Wszechświat, taki jaki znamy ma manko - obserwowane obiekty dają tylko 4% masy przewidywanej przez wyliczenia. Prawdopodobnie 22% przewidywanej masy to "ciemna materia" której poszukiwania ciągle trwają, pozostałe 74% to zaproponowana przez Einsteina "ciemna energia". To ona ma powodować, że Wszechświat ciągle rozszerza się.
Międzynarodowy zespół badaczy w projekcie WiggleZ zebrał obserwacje dwustu tysięcy odległych galaktyk.Wyniki pomiarów zgodne są z wymagającym istnienia ciemnej energii modelem "akustycznych oscylacji barionowych" przewidującym, w jakie przez miliony lat gromadzą się galaktyki. Obserwacje te są zgodne z modelem, co stanowi mocną poszlakę istnienia ciemnej energii .
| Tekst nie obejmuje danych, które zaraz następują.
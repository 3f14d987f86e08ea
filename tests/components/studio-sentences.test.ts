import { describe, expect, it, vi } from 'vitest';
import { render, screen } from '@testing-library/svelte';
import userEvent from '@testing-library/user-event';
import PadSentences from '$lib/components/studio/PadSentences.svelte';
import { legatoRow, onePressEffect, paramForDivision } from '$lib/engine';

// Typing through user-event is slow in jsdom on a shared machine.
vi.setConfig({ testTimeout: 20_000 });

const echo = onePressEffect({
	input: 'pad-1',
	rack: 2,
	effect: 'echo',
	params: [paramForDivision('echo', 1, '1/8')],
	mix: 0.8,
	deck: 'A',
	decks: 2
});

describe('PadSentences', () => {
	it('shows the press and release steps in two lanes', () => {
		render(PadSentences, { binding: echo, mapping: { decks: 2 } });
		expect(screen.getByTestId('lane-press')).toHaveTextContent(
			'load Echo 1/8 into rack 2mix 80 %route to deck A onlyswitch on'
		);
		expect(screen.getByTestId('lane-release')).toHaveTextContent('switch off');
	});

	it('opens the first step a phrase speaks for', async () => {
		const onstep = vi.fn();
		render(PadSentences, { binding: echo, mapping: { decks: 2 }, onstep });
		await userEvent.setup().click(screen.getByRole('button', { name: 'route to deck A only' }));
		// Steps: chain, time, mix, route A, route B, on: the route phrase starts at step 4 (index 3).
		expect(onstep).toHaveBeenCalledWith(3);
	});

	it('marks the quantize grid on the lanes that wait for it', () => {
		const row = legatoRow({
			pads: ['a', 'b'],
			rack: 1,
			effect: 'gate',
			variants: ['1/8', '1/16'],
			counter: 'held',
			deck: 'A',
			decks: 2,
			quantize: '1/16'
		});
		render(PadSentences, { binding: { ...row.bindings[0], releaseAtOnce: true }, mapping: { decks: 2 } });
		expect(screen.getByTestId('lane-press')).toHaveTextContent('on the 1/16 grid');
		expect(screen.getByTestId('lane-release')).not.toHaveTextContent('grid');
	});

	it('says an empty pad does nothing', () => {
		render(PadSentences, { binding: undefined, mapping: { decks: 2 } });
		expect(screen.getByTestId('pad-sentences')).toHaveTextContent('This pad does nothing yet.');
	});
});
Drugi zestaw obserwacji potwierdzał inny aspekt modelu oscylacji barionowych - tempo w jakim galaktyki formują się w grupy. Tu także naukowcy otrzymali potwierdzenie modelu, co stanowi mocny argument dla prawdziwości postulującej go teorii.
Badania w naukach ścisłych polegają na stawianiu hipotez (przypuszczeń) mających wyjaśniać obserwowane fakty, a następnie weryfikowaniu tych przypuszczeń. Jeśli hipoteza zakłada nowego zjawiska, takiego jak ciemna energia , jeśli inne jej aspekty zostaną niezależnie potwierdzone, wówczas przystępuje się do potwierdzania istnienia nowego fenomenu.
Nie znamy mechanizmu działania ciemnej energii , ale dzięki badaniom WiggleZ mamy solidne podstawy przypuszczać, że to ona a nie inny mechanizm odpowiada za brak 3/4 masy naszego Wszechświata.